If you discover a security vulnerability in NodalArc, do not open a public issue. Instead, report it privately via GitHub Security Advisories.

Include:

• Description of the vulnerability
• Steps to reproduce
• Affected components (Node Agent, Operator, VS-API, etc.)
• Impact assessment if known

You should receive an acknowledgment within 72 hours. We will work with you to understand the issue, determine a fix timeline, and coordinate disclosure.

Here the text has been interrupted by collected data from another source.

/* A study's closed-form results with what was flown in their place, where its losses are those of flown ascents. */
import type { NoAscentReason } from './ascent.ts';
import type { AscentFigures } from './ascent-job.ts';
import type { FlownOrbit, OrbitResult, SiteResult } from './evaluate.ts';

type FlownFigures = Extract<AscentFigures, { converged: true }>;

/** What is known of the ascent from a site to an orbit, for the inputs as they are. */
export type FlownState =
  | { kind: 'flown'; figures: FlownFigures }
  /** Flown for, and there is none: it carries nothing. */
  | { kind: 'none'; reason: NoAscentReason }
  /** Not flown for these inputs yet: nothing is known. */
  | { kind: 'pending' };

const NO_ASCENT: Record<NoAscentReason, string> = {
  'out-of-reach': 'out of reach',
  'does-not-lift-off': 'does not lift off',
  'too-much-after-injection': 'upper stages hold too little for what follows injection',
  'falls-short': 'falls short',
  'no-permitted-heading': 'no heading within the permitted azimuths',
  'did-not-converge': 'no ascent found',
};
export const PENDING = 'not flown yet';

/** The words of an ascent that gives no payload; null where it gives one. */
export function noAscentInWords(state: FlownState): string | null {
  if (state.kind === 'flown') return null;
  return state.kind === 'none' ? NO_ASCENT[state.reason] : PENDING;
}

/**
 * A result with the flown losses. Ideal Δv less the required speed of the plane flown is what was lost; a dogleg was
 * flown within it. Every other line stays the closed form's.
 */
function withFigures(orbit: FlownOrbit, figures: FlownFigures): FlownOrbit {
  const { idealDeltaVMps, relativeSpeedMps, remainderMps, payloadKg } = figures;
  const { planeChange, transfer, reserve } = orbit.deltaVMps;
  const required = relativeSpeedMps - remainderMps;
  const losses = idealDeltaVMps - required;
  return {
    ...orbit,
    requiredSpeedMps: required,
    deltaVMps: {
      ...orbit.deltaVMps,
      required,
      losses,
      dogleg: 0,
      total: required + losses + planeChange + transfer + reserve,
    },
    payloadKg,
    shortfallMps: null,
  };
}

/** An orbit's result as flown; one without an ascent has no payload. */
export function flownOrbit(orbit: OrbitResult, state: FlownState): OrbitResult {
  if (orbit.way === 'out-of-reach') return orbit;
  if (state.kind === 'flown') return withFigures(orbit, state.figures);
  return { ...orbit, payloadKg: null, shortfallMps: null };
}

/**
 * A site's result as flown, orbits in the order of the manifest.
 * @param states one an orbit
 * @returns payload a year null while an orbit that is flown each year is pending
 */
export function flownSite(
  result: SiteResult,
  states: readonly FlownState[],
  flightsPerYear: readonly number[],
): SiteResult {
  const orbits = result.orbits.map((orbit, at) => flownOrbit(orbit, states[at] ?? { kind: 'pending' }));
  const untold = orbits.some(
    ({ way }, at) =>
      way !== 'out-of-reach' && states[at]?.kind === 'pending' && (flightsPerYear[at] ?? 0) > 0,
  );
  const payload = orbits.reduce(
    (sum, { payloadKg }, at) => sum + (payloadKg ?? 0) * (flightsPerYear[at] ?? 0),
    0,
  );
  return { ...result, orbits, payloadPerYearKg: untold ? null : payload };
}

NodalArc is a network emulation platform that runs real routing stacks in containers with kernel-level network manipulation. The following areas are particularly security-relevant:

• Node Agent — runs with hostPID and performs nsenter/setns operations across pod namespaces
• Session pod hardening — iptables rules, read-only root filesystem, service account restrictions
• VS-API — HTTP API with optional API key authentication, WebSocket terminal proxy
• Operator — generates Kubernetes resources (pods, secrets, ConfigMaps) from user-submitted session definitions
• SSH terminal access — per-session key generation, proxy through VS-API

NodalArc is designed for lab and research environments. It is not designed to be exposed to untrusted networks or users. The security model assumes:

• Cluster operators are trusted
• Session definitions come from trusted sources
• The Kubernetes API server is not publicly accessible
• Container images are pulled from a trusted registry

Session pods run with SYS_ADMIN capability (required by FRR) and hostPID access is granted to the Node Agent DaemonSet. These are necessary for the emulation to function but represent a larger attack surface than typical Kubernetes workloads.

Security fixes are applied to the latest release only. There are no long-term support branches.